As the answer, set down the lines below from the one containing "the ozone between" through the one containing "def no2_cross_section(wavelength_nm: ArrayLike)", exactly and inclusively, and no others.

- _Data records_
Start of Block

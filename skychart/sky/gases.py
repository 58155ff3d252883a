"""Gases that absorb: how much a molecule absorbs, and how the molecules are spread over the air.

Ozone: Gorshelev V. et al. 2014, Atmos. Meas. Tech. 7, 609-624, doi:10.5194/amt-7-609-2014, and Serdyuchenko A. et al.
2014, Atmos. Meas. Tech. 7, 625-636, doi:10.5194/amt-7-625-2014.
Pairs of oxygen molecules: HITRAN collision-induced absorption at 296 K; Fally S. et al. 2000, J. Mol. Spectrosc. 204,
10-20, doi:10.1006/jmsp.2000.8204. That their number is the square of the density at every temperature: Thalman R.,
Volkamer R. 2013, Phys. Chem. Chem. Phys. 15, 15371-15381, doi:10.1039/C3CP50968K.
Nitrogen dioxide: Vandaele A. C. et al. 1998, JQSRT 59, 171-184, doi:10.1016/S0022-4073(97)00168-4; beyond 666 nm
Bogumil K. et al. 2003, J. Photochem. Photobiol. A 157, 167-184, doi:10.1016/S1010-6030(03)00062-5.
Profiles: Anderson G. P. et al. 1986, AFGL Atmospheric Constituent Profiles, AFGL-TR-86-0110, US standard.
The lines of water vapour and oxygen are in `lines`.
"""

import numpy as np
from numpy.typing import ArrayLike

from skychart.data import load_table
from skychart.errors import InputError
from skychart.sky.air import column_of_layers
from skychart.sky.wavelengths import checked_wavelength

DOBSON_UNIT = 2.6867e20  # molecules m⁻²: 0.01 mm of gas at 0 °C and 1 atm
OXYGEN_SHARE = 0.209476  # of the molecules of dry air, US Standard Atmosphere 1976, table 3


def ozone_cross_section(wavelength_nm: ArrayLike) -> np.ndarray:
    """Absorption cross-section of ozone [m² per molecule] at 223 K, the temperature of the ozone layer.

    `wavelength_nm`: wavelength in air [nm], 300 to 830, any shape; the result has the same shape. Measured means over
    1 nm about whole nanometres, linear in between; noise below zero (between 360 and 400 nm) is taken as zero.
    Raises InputError outside the range.
    """
    columns = load_table("ozone_cross_section_serdyuchenko_1nm").columns
    return _at(wavelength_nm, columns["wavelength_nm"], np.maximum(columns["sigma_223K"], 0)) * 1e-4


def ozone_layers(altitude_km: ArrayLike, ozone_du: float) -> np.ndarray:
    """Molecules of ozone above a square metre [m⁻²] in each layer, shape (level - 1,).

    `altitude_km`: ascending borders of the layers, 0 to 100 [km], shape (level,). `ozone_du`: all of the ozone between
    0 and 100 km, 0 or more [Dobson units]. It is spread as in the AFGL US standard atmosphere, the logarithm of the
    density linear between the levels of that profile, so a layer's share does not depend on where the other borders
    are. Raises InputError otherwise.
    """
    tabulated_km, profile = _standard_profile("o3_cm3")
    return _share(altitude_km, tabulated_km, profile) * _amount("ozone", ozone_du, "Dobson units") * DOBSON_UNIT


def o2_o2_coefficient(wavelength_nm: ArrayLike) -> np.ndarray:
    """Absorption coefficient of colliding pairs of oxygen molecules [m⁵ per molecule²] near 296 K.

    `wavelength_nm`: wavelength in air [nm], 300 to 830, any shape; the result has the same shape. The optical depth is
    this times the path integral of the squared density of oxygen. Means over 1 nm about whole nanometres, linear in
    between. In colder air the bands are narrower and higher, their area the same within 3 % (Thalman & Volkamer 2013).
    Raises InputError outside the range.
    """
    columns = load_table("o4_cross_section_1nm").columns
    return _at(wavelength_nm, columns["wavelength_nm"], columns["k_o4"]) * 1e-10


def o2_o2_layers(altitude_km: ArrayLike, number_density: ArrayLike) -> np.ndarray:
    """Integral over each layer of the squared number density of oxygen [molecules² m⁻⁵], shape (level - 1,).

    `altitude_km` [km] ascends, shape (level,); `number_density`: of air [m⁻³], positive, same shape, its logarithm
    linear within a layer. Oxygen is the same share of the air at all altitudes, so the scale height is half
    of the air's and pressure counts squared. Raises InputError otherwise.
    """
    density = np.asarray(number_density, dtype=float)
    if not np.all(density > 0):
        raise InputError(f"smallest number density is {density.min():g} m⁻³, accepted are finite values above 0")
    return column_of_layers(altitude_km, (OXYGEN_SHARE * density) ** 2)


def no2_cross_section(wavelength_nm: ArrayLike) -> np.ndarray:
    """Absorption cross-section of nitrogen dioxide [m² per molecule] at 220 K, the temperature of the stratosphere.

    `wavelength_nm`: wavelength in air [nm], 300 to 830, any shape; the result has the same shape. Means over 1 nm about
    whole nanometres, linear in between. From 667 to 759 nm, where it is below 2 % of its peak, values measured at 293 K
    stand in; beyond there are none and it is taken as zero. Raises InputError outside the range.
    """
    columns = load_table("no2_cross_section_1nm").columns
    cold, warm = columns["vandaele_220K"], columns["bogumil_293K"]
    cross_section_cm2 = np.where(cold >= 0, cold, np.maximum(warm, 0))
    return _at(wavelength_nm, columns["wavelength_nm"], cross_section_cm2) * 1e-4


def no2_layers(altitude_km: ArrayLike, no2_du: float) -> np.ndarray:
    """Molecules of nitrogen dioxide above a square metre [m⁻²] in each layer, shape (level - 1,).

    `altitude_km`: as for `ozone_layers`. `no2_du`: all of it between 0 and 100 km, 0 or more [Dobson units]; clean air
    holds about 0.2, and 1e15 molecules per cm² are 0.0372. Spread as in the AFGL US standard atmosphere, nine tenths
    of it above 10 km; over towns most of it would lie near the ground instead. Raises InputError otherwise.
    """
    tabulated_km, air = _standard_profile("air_cm3")
    profile = air * load_table("no2_mixing_ratio_afgl").columns["no2_ppmv"]
    return _share(altitude_km, tabulated_km, profile) * _amount("NO2", no2_du, "Dobson units") * DOBSON_UNIT


def water_layers(altitude_km: ArrayLike, water_cm: float) -> np.ndarray:
    """Water vapour in each layer as the depth of liquid it would make [cm], shape (level - 1,).

    `altitude_km`: as for `ozone_layers`. `water_cm`: all of it between 0 and 100 km, 0 or more [cm of precipitable
    water]. Spread as in the AFGL US standard atmosphere, which holds 1.42 cm, half of it below 1.55 km. The sum over
    layers, each times its slant path over its height, is the path that `lines` asks for. Raises InputError otherwise.
    """
    tabulated_km, profile = _standard_profile("h2o_cm3")
    return _share(altitude_km, tabulated_km, profile) * _amount("water", water_cm, "cm")


def _at(wavelength_nm: ArrayLike, tabulated_nm: np.ndarray, values: np.ndarray) -> np.ndarray:
    wavelength = checked_wavelength(wavelength_nm, tabulated_nm[0], tabulated_nm[-1])
    return np.asarray(np.interp(wavelength, tabulated_nm, values))


def _standard_profile(column: str) -> tuple[np.ndarray, np.ndarray]:
    """Altitude [km] and the named column of the AFGL US standard atmosphere."""
    columns = load_table("atmosphere_profiles_afgl").columns
    rows = columns["profile"] == "us_standard"
    return columns["z_km"][rows], columns[column][rows]


def _amount(gas: str, amount: float, unit: str) -> float:
    if not (np.isfinite(amount) and amount >= 0):
        raise InputError(f"{gas} column is {amount} {unit}, accepted is 0 or more")
    return amount


def _share(altitude_km: ArrayLike, tabulated_km: np.ndarray, density: np.ndarray) -> np.ndarray:
    """Part of the column of a gas in each layer, its density given from 0 to 100 km in any unit."""
    altitude = np.asarray(altitude_km, dtype=float)
    if altitude.ndim != 1 or altitude.size < 2 or not np.all(np.diff(altitude) > 0):
        raise InputError(f"altitude has shape {altitude.shape}, accepted are two or more ascending altitudes")
    if not (altitude[0] >= tabulated_km[0] and altitude[-1] <= tabulated_km[-1]):
        raise InputError(f"altitude goes from {altitude[0]:g} to {altitude[-1]:g} km, accepted is 0 to 100 km")
    borders_km = np.union1d(tabulated_km, altitude)
    pieces = column_of_layers(borders_km, np.exp(np.interp(borders_km, tabulated_km, np.log(density))))
    layer = np.searchsorted(altitude, borders_km[:-1], side="right") - 1
    inside = (layer >= 0) & (borders_km[:-1] < altitude[-1])
    return np.bincount(layer[inside], pieces[inside], minlength=altitude.size - 1) / pieces.sum()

End of Block

- _Task output_
    `altitude_km`: ascending borders of the layers, 0 to 100 [km], shape (level,). `ozone_du`: all of the ozone between
    0 and 100 km, 0 or more [Dobson units]. It is spread as in the AFGL US standard atmosphere, the logarithm of the
    density linear between the levels of that profile, so a layer's share does not depend on where the other borders
    are. Raises InputError otherwise.
    """
    tabulated_km, profile = _standard_profile("o3_cm3")
    return _share(altitude_km, tabulated_km, profile) * _amount("ozone", ozone_du, "Dobson units") * DOBSON_UNIT


def o2_o2_coefficient(wavelength_nm: ArrayLike) -> np.ndarray:
    """Absorption coefficient of colliding pairs of oxygen molecules [m⁵ per molecule²] near 296 K.

    `wavelength_nm`: wavelength in air [nm], 300 to 830, any shape; the result has the same shape. The optical depth is
    this times the path integral of the squared density of oxygen. Means over 1 nm about whole nanometres, linear in
    between. In colder air the bands are narrower and higher, their area the same within 3 % (Thalman & Volkamer 2013).
    Raises InputError outside the range.
    """
    columns = load_table("o4_cross_section_1nm").columns
    return _at(wavelength_nm, columns["wavelength_nm"], columns["k_o4"]) * 1e-10


def o2_o2_layers(altitude_km: ArrayLike, number_density: ArrayLike) -> np.ndarray:
    """Integral over each layer of the squared number density of oxygen [molecules² m⁻⁵], shape (level - 1,).

    `altitude_km` [km] ascends, shape (level,); `number_density`: of air [m⁻³], positive, same shape, its logarithm
    linear within a layer. Oxygen is the same share of the air at all altitudes, so the scale height is half
    of the air's and pressure counts squared. Raises InputError otherwise.
    """
    density = np.asarray(number_density, dtype=float)
    if not np.all(density > 0):
        raise InputError(f"smallest number density is {density.min():g} m⁻³, accepted are finite values above 0")
    return column_of_layers(altitude_km, (OXYGEN_SHARE * density) ** 2)


def no2_cross_section(wavelength_nm: ArrayLike) -> np.ndarray:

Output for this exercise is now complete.